Eckert, Elmore and Wigginton all said the criticism that the city did not do enough to stop St. Elizabeth’s from moving is unfounded.
“Not a one of these candidates wrote a letter, came to a public hearing, or dared showed up in Springfield or Chicago to help us fight to keep St. Elizabeth’s,” Eckert said. “But they criticize me and the City Council for not doing enough.
“I think the average person knows that we did try to save St. Elizabeth’s,” he said.
St. Elizabeth’s Hospital relocated to a site off Interstate 64 in O’Fallon in 2017 and since then most of the hospital complex in downtown Belleville has been torn down. Eckert has asked the hospital to donate the vacant land to the city.
“When anybody says that the city did not fight, that is absolutely ludicrous,” Wigginton said.
A campaign flier from Rothweiler called Gaa the “hand-picked yes-man” for Eckert.
“The current members of this administration are asleep at the wheel, standing idly by while other communities blow right past us,” Rothweiler said in the flier.
Lori Powell, who is a Ward 6 resident on South Jackson Street, said she was turned off by the fliers from Rothweiler.
“I thought they were negative,” Powell said. “It really was disappointing. Andy Gaa is a good man.”
Powell said she first met Gaa about a year ago when she started a community garden off South Jackson Street and he offered to help.
Looming vote count
Holbrook said 18 mail-in ballots have been received by his office as of Wednesday in the Ward 6 race between Gaa and Rothweiler.

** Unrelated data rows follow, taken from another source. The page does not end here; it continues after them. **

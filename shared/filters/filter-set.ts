import { requireInRange, requireInteger, withFieldPrefix } from '../errors';
import type { Caution, CalculationWarning } from '../notices';
import { DEFAULT_SAMPLE_RATE_HZ, requireSampleRate } from '../units/sample-rate';
import { responseGrid, type ResponseGridSpec } from '../dsp/grid';
import { cascadeResponse, type FrequencyResponse } from '../dsp/response';
import type { Sos } from '../dsp/sos';
import { designBiquads, type FilterSpec } from './biquad-design';

export interface FilterSetInput {
  filters: FilterSpec[];
  sampleRateHz?: number;
  /** Frequencies at which to return the response of the whole cascade. */
  response?: ResponseGridSpec;
  limits?: { eqBandsPerChannel?: number; eqMaxBoostDb?: number; eqMaxCutDb?: number };
}

export interface FilterSet {
  sampleRateHz: number;
  sections: Sos[];
  response?: FrequencyResponse;
  warnings: CalculationWarning[];
  cautions: Caution[];
}

/** Most filters one request may hold. */
export const MAX_FILTERS = 64;

/**
 * Designs a cascade of cookbook filters (see designBiquad) at `sampleRateHz` (48000 when absent),
 * optionally with the response of the whole cascade (see cascadeResponse). Filters beyond
 * `limits.eqBandsPerChannel`, or boosts and cuts beyond `limits.eqMaxBoostDb` / `eqMaxCutDb`, are
 * still designed but warned, so the caller sees what the processor will refuse. Boosts carry a caution.
 * @throws CalculationInputError naming the field (`/filters/2/frequencyHz`, `/response/toHz`, ...).
 */
export function designFilterSet(input: FilterSetInput): FilterSet {
  const fs = requireSampleRate(input.sampleRateHz ?? DEFAULT_SAMPLE_RATE_HZ);
  const filters = input.filters;
  requireInteger(filters?.length, { min: 1, max: MAX_FILTERS }, 'the number of filters', '/filters');
  const sections = designBiquads(filters, fs);
  const response =
    input.response === undefined
      ? undefined
      : withFieldPrefix('/response', (): FrequencyResponse => {
          const frequenciesHz = responseGrid(input.response as ResponseGridSpec, fs);
          return { frequenciesHz, ...cascadeResponse(sections, frequenciesHz, fs) };
        });
  return {
    sampleRateHz: fs,
    sections,
    ...(response ? { response } : {}),
    warnings: limitWarnings(filters, input.limits),
    cautions: boostCautions(filters),
  };
}

function limitWarnings(filters: FilterSpec[], limits: FilterSetInput['limits']): CalculationWarning[] {
  const warnings: CalculationWarning[] = [];
  if (!limits) return warnings;
  const { eqBandsPerChannel, eqMaxBoostDb, eqMaxCutDb } = limits;
  if (eqBandsPerChannel !== undefined) {
    requireInteger(eqBandsPerChannel, { min: 0 }, 'eqBandsPerChannel', '/limits/eqBandsPerChannel');
    if (filters.length > eqBandsPerChannel) {
      warnings.push({
        code: 'bandLimitExceeded',
        message: `${filters.length} filters were designed but the processor has ${eqBandsPerChannel} bands per channel.`,
      });
    }
  }
  const gains = filters.map((f, i) => ({ i, gainDb: f.gainDb ?? 0 }));
  if (eqMaxBoostDb !== undefined) {
    requireInRange(eqMaxBoostDb, { min: 0, unit: 'dB' }, 'eqMaxBoostDb', '/limits/eqMaxBoostDb');
    for (const { i, gainDb } of gains.filter((g) => g.gainDb > eqMaxBoostDb)) {
      warnings.push({
        code: 'boostLimitExceeded',
        message: `Filter ${i} boosts ${gainDb} dB, more than the processor's ${eqMaxBoostDb} dB.`,
      });
    }
  }
  if (eqMaxCutDb !== undefined) {
    requireInRange(eqMaxCutDb, { min: 0, unit: 'dB' }, 'eqMaxCutDb', '/limits/eqMaxCutDb');
    for (const { i, gainDb } of gains.filter((g) => -g.gainDb > eqMaxCutDb)) {
      warnings.push({
        code: 'cutLimitExceeded',
        message: `Filter ${i} cuts ${-gainDb} dB, more than the processor's ${eqMaxCutDb} dB.`,
      });
    }
  }
  return warnings;
}

function boostCautions(filters: FilterSpec[]): Caution[] {
  const boosts = filters.filter((f) => (f.gainDb ?? 0) > 0);
  if (boosts.length === 0) return [];
  const lowest = Math.min(...boosts.map((f) => f.frequencyHz));
  return [
    {
      code: 'eqBoost',
      message:
        `This EQ boosts by up to ${Math.max(...boosts.map((f) => f.gainDb ?? 0))} dB` +
        (lowest < 200 ? `, down to ${lowest} Hz` : '') +
        '. Boosts, especially at low frequencies, can overdrive amplifiers and drivers; prefer cuts and check headroom.',
    },
  ];
}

There were 29 mail-in ballots that had been requested in the race, which leaves 11 still outstanding.
Since Gaa’s lead is only seven votes, Rothweiler remains in the picture.
However in Ward 2, Randolph trailed Duco by 19 votes and only five mail-in ballots from Ward 2 had been sent to the county since April 2, Holbrook said. Ward 2 voters had requested 37 mail-in ballots that had not been received before April 2. Ward 2 Alderman Mike Buettner finished in third place in this race.
The state requires local election officials to wait 14 days to give all mail-in ballots a chance to arrive.
The clerk’s office will begin tabulating the mail-in ballots for candidates from across the county at 10 a.m. Tuesday. Holbrook said he will try to get the results of the close races as soon as possible.
The vote totals tabulated on Tuesday will be forwarded to the state and results will be certified on April 23. If a candidate wants a recount, the request must be made within five days after the results are certified.